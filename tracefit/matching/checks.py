"""Arguments checked at the door, with messages in the library's parameter names.

Orientations are accepted as (3, 3) arrays ``g`` (v_crystal = g v_sample) or as any object
with an ``as_matrix()`` method that returns such a g (an orientation type); nothing here
imports that type.
"""

from __future__ import annotations

import math
from typing import Any, Mapping

import numpy as np

from tracefit.errors import TracefitInputError

__all__ = ["orientation_matrix", "orientation_table", "check_fraction", "check_sigma", "check_matcher_options"]

# A rotation matrix is orthonormal to rounding; 1e-3 still admits matrices typed with 4 decimals.
_ORTHO_TOL = 1e-3


def orientation_matrix(g: Any, name: str = "g") -> np.ndarray:
    """One orientation as a (3, 3) rotation matrix.

    Parameters
    ----------
    g : array_like, shape (3, 3), or object with ``as_matrix()``
        Orientation, v_crystal = g v_sample. ``as_matrix()`` may return (3, 3) or (1, 3, 3)
        (a batch of one); an array must be (3, 3).
    name : str
        Parameter name for messages.

    Returns
    -------
    ndarray, shape (3, 3)

    Raises
    ------
    TracefitInputError
        When ``g`` is not a finite proper rotation matrix of shape (3, 3).

    Examples
    --------
    >>> orientation_matrix(np.eye(3)).shape
    (3, 3)
    >>> class Turned:
    ...     def as_matrix(self):
    ...         return np.eye(3)[None]
    >>> orientation_matrix(Turned()).shape
    (3, 3)
    """
    from_object = hasattr(g, "as_matrix")
    if from_object:
        g = g.as_matrix()
    try:
        m = np.asarray(g, float)
    except (TypeError, ValueError):
        raise TracefitInputError(f"{name} must be a 3x3 orientation matrix or an orientation, got {type(g).__name__}") from None
    if from_object and m.shape == (1, 3, 3):
        m = m[0]  # a batch of one orientation
    if m.shape != (3, 3):
        raise TracefitInputError(f"{name} must be one 3x3 orientation matrix, got shape {m.shape}")
    if not np.all(np.isfinite(m)):
        raise TracefitInputError(f"{name} has non-finite entries")
    if np.abs(m @ m.T - np.eye(3)).max() > _ORTHO_TOL or np.linalg.det(m) < 0:
        raise TracefitInputError(f"{name} is not a rotation matrix (g g^T = I, det g = +1)")
    return m


def orientation_table(orientations: Any, name: str = "orientations") -> dict:
    """Per-grain orientations as a dict grain -> (3, 3) matrix.

    Parameters
    ----------
    orientations : mapping grain -> orientation
        Each value as :func:`orientation_matrix` accepts.
    name : str
        Parameter name for messages.

    Returns
    -------
    dict

    Raises
    ------
    TracefitInputError
        When ``orientations`` is not a mapping or a value is not an orientation.

    Examples
    --------
    >>> sorted(orientation_table({2: np.eye(3), 1: np.eye(3)}))
    [1, 2]
    """
    if not isinstance(orientations, Mapping):
        raise TracefitInputError(f"{name} must be a dict grain -> orientation, got {type(orientations).__name__}")
    return {k: orientation_matrix(v, f"{name}[{k!r}]") for k, v in orientations.items()}


def _number(value: Any, name: str, ok, expected: str) -> float:
    """``value`` as a float when ``ok`` accepts it, else a TracefitInputError naming ``name``."""
    try:
        v = float(value)
    except (TypeError, ValueError):
        v = math.nan
    if not ok(v):
        raise TracefitInputError(f"{name} must be {expected}, got {value!r}")
    return v


def check_fraction(value: Any, name: str, *, allow_one: bool = False) -> float:
    """A probability-like number in [0, 1) (or [0, 1] with ``allow_one``).

    Parameters
    ----------
    value : float
        The number given.
    name : str
        Parameter name for messages.
    allow_one : bool
        Accept 1.

    Returns
    -------
    float

    Raises
    ------
    TracefitInputError
        Outside the range, or not a number.

    Examples
    --------
    >>> check_fraction(0.05, "p_none")
    0.05
    """
    top = 1.0 if allow_one else math.nextafter(1.0, 0.0)
    return _number(value, name, lambda v: 0.0 <= v <= top, f"in [0, 1{']' if allow_one else ')'}")


def check_sigma(value: Any, name: str) -> float:
    """A finite number >= 0 (a sigma in degrees, or an exponent).

    Parameters
    ----------
    value : float
        A sigma (degrees) or an exponent.
    name : str
        Library parameter name used in the message.

    Returns
    -------
    float
        ``value`` as a float.

    Raises
    ------
    TracefitInputError
        Negative, non-finite or not a number.

    Examples
    --------
    >>> check_sigma(1, "orientation_sigma_deg")
    1.0
    >>> check_sigma(-1, "frame_sigma_deg")
    Traceback (most recent call last):
    tracefit.errors.TracefitInputError: frame_sigma_deg must be a finite number >= 0, got -1
    """
    return _number(value, name, lambda v: math.isfinite(v) and v >= 0.0, "a finite number >= 0")


def check_matcher_options(*, p_none: float, orientation_sigma_deg: float, frame_sigma_deg: float,
                          schmid_weight: float, report_threshold: float, ambiguity_ratio: float,
                          grain_sigma_deg: Mapping | None = None) -> None:
    """Check the numeric options shared by :func:`tracefit.matching.identify_families` and
    :func:`tracefit.matching.identify_grains`.

    Parameters
    ----------
    p_none : float
        In [0, 1).
    orientation_sigma_deg, frame_sigma_deg, schmid_weight : float
        Finite, >= 0.
    report_threshold, ambiguity_ratio : float
        In [0, 1].
    grain_sigma_deg : mapping grain -> float, optional
        Each finite, >= 0.

    Returns
    -------
    None

    Raises
    ------
    TracefitInputError
        Naming the first parameter out of range.

    Examples
    --------
    >>> check_matcher_options(p_none=1.0, orientation_sigma_deg=1, frame_sigma_deg=0.5, schmid_weight=0,
    ...                       report_threshold=0.01, ambiguity_ratio=0.1)
    Traceback (most recent call last):
    tracefit.errors.TracefitInputError: p_none must be in [0, 1), got 1.0
    """
    check_fraction(p_none, "p_none")
    check_sigma(orientation_sigma_deg, "orientation_sigma_deg")
    check_sigma(frame_sigma_deg, "frame_sigma_deg")
    check_sigma(schmid_weight, "schmid_weight")
    check_fraction(report_threshold, "report_threshold", allow_one=True)
    check_fraction(ambiguity_ratio, "ambiguity_ratio", allow_one=True)
    if grain_sigma_deg:
        if not isinstance(grain_sigma_deg, Mapping):
            raise TracefitInputError(f"grain_sigma_deg must be a dict grain -> degrees, got {type(grain_sigma_deg).__name__}")
        for k, v in grain_sigma_deg.items():
            check_sigma(v, f"grain_sigma_deg[{k!r}]")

§ **ABOUT THIS EXERCISE**: Which of the lines above include the word "errors"? Copy each of them.

§ **TASK ANSWER**:
from tracefit.errors import TracefitInputError
    tracefit.errors.TracefitInputError: frame_sigma_deg must be a finite number >= 0, got -1
    tracefit.errors.TracefitInputError: p_none must be in [0, 1), got 1.0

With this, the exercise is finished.